One of your firm’s clients, Fancy Fashions Inc., is a highly successful, rapidly expanding entity. It is owned predominantly by the Munster family and key corporate officials. Although additional funds would be available on a short-term basis from its bankers, they would represent only a temporary solution of the entity’s need for capital to finance its expansion plans. In addition, the interest rates being charged are not appealing. Therefore, Chris Munster, Fancy’s chairman of the board, in consultation with the other shareholders, has decided to explore the possibility of raising additional equity capital of approximately $ 15 million to $ 16 million.
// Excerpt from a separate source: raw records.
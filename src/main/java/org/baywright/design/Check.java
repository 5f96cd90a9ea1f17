package org.baywright.design;

import org.baywright.calc.Quantity;

/**
 * One design check of a member: demand against capacity. Numbers are canonical SI; units are applied
 * when printed.
 *
 * @param name "flexure", "shear", "live-load deflection", "total-load deflection", "compression"
 * @param demand required strength (or computed deflection)
 * @param capacity available strength (or allowable deflection)
 * @param ratio demand / capacity
 * @param combination the governing load combination, e.g. "1.2D + 1.6L"
 * @param clause the standard and clause, e.g. "AISC 360-16 F2"
 * @param quantity the kind of number demand and capacity are
 * @param position where along the member the demand occurs, m (NaN if not applicable)
 * @param lb unbraced length of the governing segment, m (NaN if not applicable; 0 = continuous)
 * @param cb bending coefficient of the governing segment (NaN if not applicable)
 * @param note further words, e.g. "limit L/360", "left support"; may be empty
 */
public record Check(String name, double demand, double capacity, double ratio, String combination, String clause,
        Quantity quantity, double position, double lb, double cb, String note) {

    /** True when the ratio is within 1.0 (with a tolerance of 1e-9 for rounding in the last digit). */
    public boolean passes() {
        return ratio <= 1.0 + 1e-9;
    }
}
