package org.baywright.design;

import java.util.ArrayList;
import java.util.Comparator;
import java.util.List;
import java.util.Map;
import java.util.Set;
import java.util.concurrent.ConcurrentHashMap;
import org.baywright.analysis.DistributedLoad;
import org.baywright.calc.Arg;
import org.baywright.calc.Calc;
import org.baywright.calc.Quantity;
import org.baywright.catalog.Catalog;
import org.baywright.catalog.Section;
import org.baywright.design.aisc360.Aisc360;
import org.baywright.design.aisc360.CompositeFlexureI3;
import org.baywright.design.aisc360.CompositeSlab;
import org.baywright.design.aisc360.CompositeStiffness;
import org.baywright.design.aisc360.DeckRibs;
import org.baywright.design.aisc360.EffectiveWidthI3;
import org.baywright.design.aisc360.IShapeShear;
import org.baywright.design.aisc360.StudStrengthI8;
import org.baywright.load.Combinations;
import org.baywright.load.LoadCase;
import org.baywright.load.LoadCombination;
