package org.baywright.plan;

import java.util.List;

/**
 * A located problem: what is wrong, where, and what is allowed. Produced by plan-file reading, plan
 * validation, geometry and the takedown; shown by the CLI one per line and drawn by the editor.
 *
 * @param severity ERROR stops what depends on the object; WARNING informs
 * @param kind a short stable code, e.g. "unknown-field", "unsupported-member", "overlap"
 * @param location where in the file or plan: a JSON pointer ({@code /floors/0/members/3/end}) or a
 *     plan path ({@code floor typical / member B-12}); may be empty
 * @param objectId the id of the object concerned (member, column, load…), may be empty
 * @param message one readable sentence naming the field, the value and what is allowed
 * @param where plan points to draw (may be empty)
 */
public record Problem(Severity severity, String kind, String location, String objectId, String message, List<Point> where) {
    public Problem {
        where = List.copyOf(where);
    }

    /** How serious a problem is. */
    public enum Severity {
        ERROR, WARNING
    }

    public static Problem error(String kind, String location, String objectId, String message) {
        return new Problem(Severity.ERROR, kind, location, objectId, message, List.of());
    }

    public static Problem warning(String kind, String location, String objectId, String message) {
        return new Problem(Severity.WARNING, kind, location, objectId, message, List.of());
    }

    /** One line: {@code error: floors/0/members/3 (B-12): end: … }. */
    @Override
    public String toString() {
        StringBuilder b = new StringBuilder(severity == Severity.ERROR ? "error" : "warning").append(": ");
        if (!location.isEmpty()) {
            b.append(location);
        }
        if (!objectId.isEmpty()) {
            b.append(location.isEmpty() ? "" : " ").append('(').append(objectId).append(')');
        }
        if (!location.isEmpty() || !objectId.isEmpty()) {
            b.append(": ");
        }
        return b.append(message).toString();
    }
}
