package org.baywright.design;

import java.util.Objects;
import org.baywright.load.DesignMethod;
import org.baywright.units.Units;

/**
 * How a composite beam is designed.
 *
 * @param method LRFD or ASD
 * @param steel the beam's steel
 * @param minDegree least degree of composite action, ΣQ_n over the full composite force (0.25: AISC
 *     360-16 Commentary I3.2d recommends at least 25 %; common practice)
 * @param studWeight the steel weight one stud is worth in the cost comparison [N] (10 lb: common practice)
 * @param camber the camber rule (unshored beams)
 * @param deflection deflection limits (IBC Table 1604.3 by default: L/360 live, L/240 total; 0 = off)
 * @param shored true when the beam is shored during construction: everything acts on the composite
 *     section, no construction-stage check and no camber
 * @param constructionBracing bracing of the bare steel during construction where the deck does not
 *     brace it (ribs parallel to the beam, solid slab on forms): typically at the framing points. With
 *     the ribs perpendicular the deck braces the top flange (Lb = 0).
 * @param selfWeight add the candidate's own weight to the dead load (off only to reproduce published
 *     examples whose dead load includes an assumed beam weight)
 * @param camberAllowance the steel weight a cambered piece is worth in the cost comparison [N] (default 0)
 */
public record CompositeCriteria(DesignMethod method, Steel steel, double minDegree, double studWeight, CamberRule camber,
        DeflectionLimits deflection, boolean shored, Bracing constructionBracing, boolean selfWeight, double camberAllowance) {

    /** Criteria without a camber allowance. */
    public CompositeCriteria(DesignMethod method, Steel steel, double minDegree, double studWeight, CamberRule camber,
            DeflectionLimits deflection, boolean shored, Bracing constructionBracing, boolean selfWeight) {
        this(method, steel, minDegree, studWeight, camber, deflection, shored, constructionBracing, selfWeight, 0);
    }

    public CompositeCriteria {
        Objects.requireNonNull(method, "method");
        Objects.requireNonNull(steel, "steel");
        Objects.requireNonNull(camber, "camber");
        Objects.requireNonNull(deflection, "deflection");
        Objects.requireNonNull(constructionBracing, "constructionBracing");
        if (!(minDegree >= 0 && minDegree <= 1)) {
            throw new IllegalArgumentException("the minimum degree of composite action must lie in [0, 1], got " + minDegree);
        }
        if (!(camberAllowance >= 0) || !Double.isFinite(camberAllowance)) {
            throw new IllegalArgumentException("the equivalent weight of a cambered piece must be ≥ 0, got " + camberAllowance);
        }
        if (!(studWeight >= 0) || !Double.isFinite(studWeight)) {
            throw new IllegalArgumentException("the equivalent weight of a stud must be ≥ 0, got " + studWeight);
        }
    }

    /** LRFD, A992, 25 % minimum, 10 lb per stud, the default camber rule, L/360 and L/240, unshored, braced at the ends only where the deck does not brace, self-weight on. */
    public static CompositeCriteria defaults() {
        return new CompositeCriteria(DesignMethod.LRFD, Steel.A992, 0.25, Units.LBF.toSi(10),
                CamberRule.defaults(), DeflectionLimits.FLOOR, false, Bracing.equalSegments(1), true);
    }

    public CompositeCriteria withMethod(DesignMethod m) {
        return new CompositeCriteria(m, steel, minDegree, studWeight, camber, deflection, shored, constructionBracing, selfWeight, camberAllowance);
    }

    public CompositeCriteria withMinDegree(double d) {
        return new CompositeCriteria(method, steel, d, studWeight, camber, deflection, shored, constructionBracing, selfWeight, camberAllowance);
    }

    public CompositeCriteria withStudWeight(double w) {
        return new CompositeCriteria(method, steel, minDegree, w, camber, deflection, shored, constructionBracing, selfWeight, camberAllowance);
    }

    public CompositeCriteria withCamber(CamberRule c) {
        return new CompositeCriteria(method, steel, minDegree, studWeight, c, deflection, shored, constructionBracing, selfWeight, camberAllowance);
    }

    public CompositeCriteria withDeflection(DeflectionLimits d) {
        return new CompositeCriteria(method, steel, minDegree, studWeight, camber, d, shored, constructionBracing, selfWeight, camberAllowance);
    }

    public CompositeCriteria withShored(boolean s) {
        return new CompositeCriteria(method, steel, minDegree, studWeight, camber, deflection, s, constructionBracing, selfWeight, camberAllowance);
    }

    public CompositeCriteria withConstructionBracing(Bracing b) {
        return new CompositeCriteria(method, steel, minDegree, studWeight, camber, deflection, shored, b, selfWeight, camberAllowance);
    }

    public CompositeCriteria withCamberAllowance(double w) {
        return new CompositeCriteria(method, steel, minDegree, studWeight, camber, deflection, shored, constructionBracing, selfWeight, w);
    }

    public CompositeCriteria withSelfWeight(boolean on) {
        return new CompositeCriteria(method, steel, minDegree, studWeight, camber, deflection, shored, constructionBracing, on, camberAllowance);
    }
}
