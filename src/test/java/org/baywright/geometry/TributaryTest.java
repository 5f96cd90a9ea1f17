package org.baywright.geometry;

import static org.baywright.geometry.FloorSketch.FT;
import static org.junit.jupiter.api.Assertions.assertAll;
import static org.junit.jupiter.api.Assertions.assertDoesNotThrow;
import static org.junit.jupiter.api.Assertions.assertEquals;
import static org.junit.jupiter.api.Assertions.assertFalse;
import static org.junit.jupiter.api.Assertions.assertTrue;

import java.util.ArrayList;
import java.util.Arrays;
import java.util.List;
import java.util.Optional;
import net.jqwik.api.Arbitraries;
import net.jqwik.api.Arbitrary;
import net.jqwik.api.Combinators;
import net.jqwik.api.ForAll;
import net.jqwik.api.Property;
import net.jqwik.api.Provide;
import org.baywright.plan.AreaLoad;
import org.baywright.plan.Deck;
import org.baywright.plan.Floor;
import org.baywright.plan.LineLoad;
import org.baywright.plan.LiveLoadUse;
import org.baywright.plan.LoadValues;
import org.baywright.plan.Member;
import org.baywright.plan.MemberKind;
import org.baywright.plan.Opening;
import org.baywright.plan.Point;
import org.baywright.plan.PointLoadItem;
import org.baywright.plan.Polygon;
import org.junit.jupiter.api.Test;
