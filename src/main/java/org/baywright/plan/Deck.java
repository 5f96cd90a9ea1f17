package org.baywright.plan;

/**
 * A deck area spanning one way. Each point of it carries its load to the nearest supporting member on
 * each side along the span direction.
 *
 * <p>Its limits come from the deck maker's published tables for the deck chosen (gauge, profile, slab,
 * shored or not); the user enters them. Where the user has not, the defaults below stand in:
 * {@value #DEFAULT_MAX_SPAN_FT} ft span and {@value #DEFAULT_MAX_OVERHANG_FT} ft overhang are common
 * practice for a typical 3 in composite floor deck with a normal-weight slab, unshored (common practice,
 * not a table value: check the maker's tables for the deck actually used).
 *
 * @param id e.g. "DK-1"
 * @param outline the deck area
 * @param spanAngle direction of the deck span (ribs), degrees counter-clockwise from the x axis; 0 = ribs
 *     run east–west (so the deck spans onto north–south members), 90 = ribs run north–south
 * @param maxSpan the longest span allowed between two members carrying the deck, along its span, m
 * @param maxOverhang the longest overhang (cantilever) allowed beyond the last member carrying the deck,
 *     along its span, m; an overhang needs a span behind it whatever its length
 * @param slab the concrete slab it carries, or null when none is described (the slab's weight is then
 *     whatever dead load the area loads give, and no member can act compositely with it)
 */
public record Deck(String id, Polygon outline, double spanAngle, double maxSpan, double maxOverhang, Slab slab) {

    /** Default largest span, ft (common practice: a 3 in composite deck, unshored). */
    public static final double DEFAULT_MAX_SPAN_FT = 15;
    /** Default largest overhang, ft (common practice: a 3 in composite deck cantilever without added framing). */
    public static final double DEFAULT_MAX_OVERHANG_FT = 2;
    /** Default largest span, m (15 ft). */
    public static final double DEFAULT_MAX_SPAN = DEFAULT_MAX_SPAN_FT * 0.3048;
    /** Default largest overhang, m (2 ft). */
    public static final double DEFAULT_MAX_OVERHANG = DEFAULT_MAX_OVERHANG_FT * 0.3048;

    /** A deck with the default limits and no slab described. */
    public Deck(String id, Polygon outline, double spanAngle) {
        this(id, outline, spanAngle, DEFAULT_MAX_SPAN, DEFAULT_MAX_OVERHANG, null);
    }

    /** A deck with these limits and no slab described. */
    public Deck(String id, Polygon outline, double spanAngle, double maxSpan, double maxOverhang) {
        this(id, outline, spanAngle, maxSpan, maxOverhang, null);
    }

    /** This deck with other limits, m. */
    public Deck withLimits(double span, double overhang) {
        return new Deck(id, outline, spanAngle, span, overhang, slab);
    }

    /** This deck carrying another slab (null: none). */
    public Deck withSlab(Slab s) {
        return new Deck(id, outline, spanAngle, maxSpan, maxOverhang, s);
    }

    /** This deck with another outline. */
    public Deck withOutline(Polygon p) {
        return new Deck(id, p, spanAngle, maxSpan, maxOverhang, slab);
    }

    /** This deck spanning at another angle, degrees. */
    public Deck withSpanAngle(double angle) {
        return new Deck(id, outline, angle, maxSpan, maxOverhang, slab);
    }

    /** True when both limits are the defaults (a plan file then leaves them out). */
    public boolean defaultLimits() {
        return maxSpan == DEFAULT_MAX_SPAN && maxOverhang == DEFAULT_MAX_OVERHANG;
    }
}
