package org.baywright.design;

import java.util.ArrayList;
import java.util.EnumSet;
import java.util.List;
import java.util.Locale;
import java.util.Optional;
import java.util.Set;
import org.baywright.catalog.Catalog;
import org.baywright.catalog.Section;
import org.baywright.design.aisc360.IShapeCompression;
import org.baywright.design.aisc360.ResistanceFactors;
import org.baywright.load.Combinations;
import org.baywright.load.DesignMethod;
import org.baywright.load.LoadCase;

/**
 * Sizes the tiers of one column line, the lightest allowed section per tier: flexural buckling by AISC
 * 360-16 E3 with K = 1 and the storey height as unbraced length about both axes, required strength from
 * the gravity combinations (ASCE 7-16 §2.3.1 / §2.4.1) of the storey's service loads with live load
 * already reduced, each tier's own weight added to D of its storeys and of every storey below. Shapes
 * with slender elements are not candidates.
 *
 * <p>Immutable and thread-safe: column lines are independent and may be designed in parallel.
 */
public final class ColumnDesigner {

    /**
     * The axial load in one storey from everything above, without the own weight of any column.
     *
     * @param level the level at the top of the storey
     * @param height storey height, m
     * @param unreduced service load by {@link LoadCase} ordinal, N
     * @param reduced the same with live and roof live load reduced, N
     */
    public record StoreyDemand(String level, double height, double[] unreduced, double[] reduced) {
    }

    /** The storeys one section spans between splices, bottom first. */
    public record TierDemand(List<StoreyDemand> storeys) {
        public TierDemand {
            storeys = List.copyOf(storeys);
        }

        /** The tier's length: its storey heights summed from the bottom, m. */
        public double length() {
            double length = 0;
            for (StoreyDemand s : storeys) {
                length += s.height();
            }
            return length;
        }
    }

    /**
     * One storey checked with a tier's section.
     *
     * @param unreduced service load by load case with the own weight of the columns above the storey's base, N
     * @param reduced the same with live load reduced, N
     * @param required required strength (Pu or Pa) of the governing combination, N
     * @param available available strength (φc·Pn or Pn/Ωc), N; NaN with no section
     * @param combination the governing combination
     */
    public record StoreyCheck(double[] unreduced, double[] reduced, double required, double available, double ratio,
            String combination) {
    }

    /**
     * A tier as designed.
     *
     * @param section the section, or null when no section is allowed at all
     * @param storeys bottom first
     * @param rejected lighter sections rejected, with their governing ratio
     */
    public record TierDesign(Section section, MemberStatus status, List<StoreyCheck> storeys, double length,
            List<String> rejected) {
        /** Weight per length of the section, N/m (0 with none). */
        public double weight() {
            return section == null ? 0 : section.weight();
        }

        /** Highest ratio of the tier's storeys. */
        public double maxRatio() {
            return storeys.stream().mapToDouble(StoreyCheck::ratio).max().orElse(Double.NaN);
        }

        TierDesign withStatus(MemberStatus s) {
            return new TierDesign(section, s, storeys, length, rejected);
        }
    }

    private final Catalog candidates;
    private final Steel steel;
    private final DesignMethod method;

    /**
     * @param catalog the run's catalog
     * @param series the series allowed for columns (empty = all)
     */
    public ColumnDesigner(Catalog catalog, Steel steel, DesignMethod method, List<String> series) {
        this.steel = steel;
        this.method = method;
        List<String> allowed = List.copyOf(series);
        this.candidates = catalog.filter(s -> (allowed.isEmpty() || allowed.contains(s.series()))
                && !IShapeCompression.hasSlenderElement(s, steel.fy(), steel.e(), null));
    }

    /** Whether a section of this designation is among the candidates (allowed series, no slender element). */
    public boolean allows(String designation) {
        return candidates.find(designation).isPresent();
    }

    /**
     * Designs a column line's tiers from the top down, so that each carries the weight of those above.
     * A fixed section that is a candidate is checked instead of searching (status {@link
     * MemberStatus#FIXED_SIZE}); one that is not is ignored and the tier sized. A tier no section passes
     * is {@link MemberStatus#OVERSTRESSED} with the closest section, or with none when there are no
     * candidates (then it still carries its loads down, without its own weight).
     *
     * @param tiers bottom first
     * @return the tiers as designed, bottom first
     */
    public List<TierDesign> design(List<TierDemand> tiers, Optional<String> fixed) {
        TierDesign[] out = new TierDesign[tiers.size()];
        double weightAbove = 0;
        for (int t = tiers.size() - 1; t >= 0; t--) {
            out[t] = tier(tiers.get(t), weightAbove, fixed);
            weightAbove += out[t].weight() * out[t].length();
        }
        return List.of(out);
    }

    private TierDesign tier(TierDemand tier, double weightAbove, Optional<String> fixed) {
        List<String> rejected = new ArrayList<>();
        TierDesign chosen = null;
        TierDesign best = null;
        for (Section s : candidates.sections()) {
            TierDesign d = check(tier, s, weightAbove, rejected);
            if (Check.passes(d.maxRatio())) {
                chosen = d;
                break;
            }
            rejected.add(s.designation() + " " + String.format(Locale.ROOT, "%.2f", d.maxRatio()));
            if (best == null || d.maxRatio() < best.maxRatio()) {
                best = d;
            }
        }
        Optional<Section> given = fixed.flatMap(candidates::find);
        if (given.isPresent()) {
            rejected.clear();
            TierDesign d = check(tier, given.get(), weightAbove, rejected);
            chosen = Check.passes(d.maxRatio()) ? d.withStatus(MemberStatus.FIXED_SIZE) : null;
            best = d;
        }
        if (chosen != null) {
            return chosen;
        }
        return best == null ? check(tier, null, weightAbove, rejected) : best.withStatus(MemberStatus.OVERSTRESSED);
    }

    /** The tier's storeys with section {@code s}; with none (null), the loads alone (ratios NaN, overstressed). */
    private TierDesign check(TierDemand tier, Section s, double weightAbove, List<String> rejected) {
        List<StoreyCheck> storeys = new ArrayList<>();
        double own = 0;
        for (int i = tier.storeys().size() - 1; i >= 0; i--) {
            StoreyDemand d = tier.storeys().get(i);
            double h = d.height();
            own += s == null ? 0 : s.weight() * h;
            storeys.add(0, storey(d, s, weightAbove + own));
        }
        return new TierDesign(s, s == null ? MemberStatus.OVERSTRESSED : MemberStatus.SIZED, List.copyOf(storeys),
                tier.length(), List.copyOf(rejected));
    }

    /** One storey with {@code columnWeight} (the columns above its base) added to D. */
    private StoreyCheck storey(StoreyDemand d, Section s, double columnWeight) {
        double[] unreduced = d.unreduced().clone();
        double[] reduced = d.reduced().clone();
        unreduced[LoadCase.D.ordinal()] += columnWeight;
        reduced[LoadCase.D.ordinal()] += columnWeight;
        Set<LoadCase> present = EnumSet.noneOf(LoadCase.class);
        for (LoadCase lc : LoadCase.values()) {
            if (reduced[lc.ordinal()] != 0) {
                present.add(lc);
            }
        }
        Combinations.Governing g = Combinations.governing(reduced, Combinations.gravity(method, present));
        double req = g.value();
        String gov = g.combination().name();
        double avail = Double.NaN;
        if (s != null) {
            IShapeCompression.Strength st = IShapeCompression.strength(s, steel.fy(), steel.e(), d.height(), d.height(), null);
            avail = method.available(st.pn(), ResistanceFactors.PHI_C, ResistanceFactors.OMEGA_C);
        }
        return new StoreyCheck(unreduced, reduced, req, avail, req / avail, gov);
    }
}
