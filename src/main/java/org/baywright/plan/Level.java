package org.baywright.plan;

/**
 * A level of the building, bottom to top in the plan's list. Several levels may share one floor layout
 * (a typical floor).
 *
 * @param name e.g. "Level 2", "Roof"
 * @param elevation top of steel, m
 * @param storeyHeight height of the storey below this level (the column tier's unbraced length), m
 * @param floor id of the {@link Floor} layout at this level
 */
public record Level(String name, double elevation, double storeyHeight, String floor) {
}
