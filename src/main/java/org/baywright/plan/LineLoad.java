package org.baywright.plan;

import java.util.List;

/**
 * A load per length along a polyline of the plan (cladding on a slab edge, a wall), delivered to the
 * members it lies on or, when it lies on the deck, through the deck's tributary areas.
 *
 * @param values per case, N/m
 */
public record LineLoad(String id, List<Point> path, LoadValues values) {
    public LineLoad {
        path = List.copyOf(path);
    }
}
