package org.baywright.plan;

/**
 * Where a headed stud sits in a deck rib that crosses the member (AISC 360-16 I8.2a, the factor R_p):
 * on the side of the rib nearer the member's mid-span (strong) or farther from it (weak). Weak is the
 * usual assumption when the detailer does not control it (common practice).
 */
public enum StudPlacement {
    WEAK, STRONG
}
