package org.baywright.plan;

/** A point on the plan, metres; x to the east (right on the drawing), y to the north (up). */
public record Point(double x, double y) {
    public Point {
        if (!Double.isFinite(x) || !Double.isFinite(y)) {
            throw new IllegalArgumentException("plan coordinates must be finite numbers, got (" + x + ", " + y + ")");
        }
    }

    public double distance(Point o) {
        return Math.hypot(o.x - x, o.y - y);
    }
}
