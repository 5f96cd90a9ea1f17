package org.baywright.design;

import java.util.Arrays;

/**
 * Lateral bracing of a member's compression flange: continuous (a deck attached along the top
 * flange: Lb = 0), or discrete brace points given as fractions of the span between the supports
 * (the supports themselves are always braced).
 */
public final class Bracing {
    private final boolean continuous;
    private final double[] points;

    private Bracing(boolean continuous, double[] points) {
        this.continuous = continuous;
        this.points = points;
    }

    /** Compression flange braced along its length (Lb = 0). */
    public static Bracing continuous() {
        return new Bracing(true, new double[0]);
    }

    /** {@code n} equal unbraced segments between braces; 1 = braced only at the supports. */
    public static Bracing equalSegments(int n) {
        if (n < 1) {
            throw new IllegalArgumentException("the number of unbraced segments must be at least 1, got " + n);
        }
        double[] p = new double[n - 1];
        for (int i = 1; i < n; i++) {
            p[i - 1] = (double) i / n;
        }
        return new Bracing(false, p);
    }

    /** Braces at the given fractions of the span (0 < f < 1), e.g. where beams frame into a girder. */
    public static Bracing atFractions(double... fractions) {
        double[] p = fractions.clone();
        Arrays.sort(p);
        for (double f : p) {
            if (!(f > 0 && f < 1)) {
                throw new IllegalArgumentException("brace points must lie strictly between the supports, got fraction " + f);
            }
        }
        return new Bracing(false, p);
    }

    public boolean isContinuous() {
        return continuous;
    }

    /** Segment boundaries as fractions, from 0 to 1 inclusive. Continuous bracing gives {0, 1}. */
    public double[] boundaries() {
        double[] b = new double[points.length + 2];
        b[0] = 0;
        System.arraycopy(points, 0, b, 1, points.length);
        b[b.length - 1] = 1;
        return b;
    }

    /** Describes the bracing, e.g. "continuous" or "3 segments (braced at 1/3 points)". */
    public String describe() {
        if (continuous) {
            return "continuous (Lb = 0)";
        }
        int n = points.length + 1;
        return n == 1 ? "at supports only (1 segment)" : n + " unbraced segments";
    }

    @Override
    public boolean equals(Object o) {
        return o instanceof Bracing b && b.continuous == continuous && Arrays.equals(b.points, points);
    }

    @Override
    public int hashCode() {
        return Boolean.hashCode(continuous) * 31 + Arrays.hashCode(points);
    }
}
This will be Fancy’s first public offering.
At a meeting of Fancy’s major shareholders, its attorneys and a member of your firm spoke about the advantages and disadvantages of “going public” and registering a stock offering. One of the shareholders suggested that Regulation D under the Securities Act of 1933 might be a preferable alternative.

a. Assume that Fancy makes a public offering for $ 16 million and, as a result, more than 1,000 persons own shares of the entity. Following the public offering, what are the implications with respect to the Securities Exchange Act of 1934?
b. What federal civil and criminal liabilities under the Securities Act of 1933 could apply in the event that Fancy sells the securities without registration and a registration exemption is not available?
c. Using the SEC’s website ( as a reference, define “accredited investor” and discuss the exemption applicable to offerings made under Regulation D for accredited investors.